━━━━━ INFORMATION PROVIDED ━━━━━

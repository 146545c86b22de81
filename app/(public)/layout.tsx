import Link from 'next/link';
import { BrandMark, BrandName } from '@/components/brand-mark';
import { ThemeSwitch } from '@/components/theme-switch';

export default function PublicLayout({ children }: { children: React.ReactNode }) {
  return (
    <div className="flex min-h-screen flex-col">
      <header className="border-b border-paper-line bg-white">
        <div className="mx-auto flex max-w-5xl items-center justify-between gap-4 px-4 py-3">
          <Link href="/" className="flex items-center gap-2 no-underline">
            <BrandMark />
            <BrandName />
          </Link>
          <nav className="flex items-center gap-2" aria-label="Site">
            <ThemeSwitch tone="light" />
            <Link href="/calculator" className="hidden font-bold sm:inline">
              Jet calculator
            </Link>
            <Link href="/sign-in" className="btn-secondary">
              Sign in
            </Link>
            <Link href="/sign-up" className="btn-primary">
              Sign up
            </Link>
          </nav>
        </div>
      </header>
      <main className="mx-auto w-full max-w-5xl flex-1 px-4 py-8">{children}</main>
      <footer className="border-t border-paper-line px-4 py-6 text-center text-sm text-ink-mute">
        Boreline · inspection records and class parity for water-jet racing
      </footer>
    </div>
  );
}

━━━━━

> [EXERCISE]: Your answer must be an exact copy of all the entries.

> [COMPLETED TASK]:
repository 146545c86b22de81
filename app/(public)/layout.tsx
import Link from 'next/link';
import { BrandMark, BrandName } from '@/components/brand-mark';
import { ThemeSwitch } from '@/components/theme-switch';

export default function PublicLayout({ children }: { children: React.ReactNode }) {
  return (
    <div className="flex min-h-screen flex-col">
      <header className="border-b border-paper-line bg-white">
        <div className="mx-auto flex max-w-5xl items-center justify-between gap-4 px-4 py-3">
          <Link href="/" className="flex items-center gap-2 no-underline">
            <BrandMark />
            <BrandName />
          </Link>
          <nav className="flex items-center gap-2" aria-label="Site">
            <ThemeSwitch tone="light" />
            <Link href="/calculator" className="hidden font-bold sm:inline">
              Jet calculator
            </Link>
            <Link href="/sign-in" className="btn-secondary">
              Sign in
            </Link>
            <Link href="/sign-up" className="btn-primary">
              Sign up
            </Link>
          </nav>
        </div>
      </header>
      <main className="mx-auto w-full max-w-5xl flex-1 px-4 py-8">{children}</main>
      <footer className="border-t border-paper-line px-4 py-6 text-center text-sm text-ink-mute">
        Boreline · inspection records and class parity for water-jet racing
      </footer>
    </div>
  );
}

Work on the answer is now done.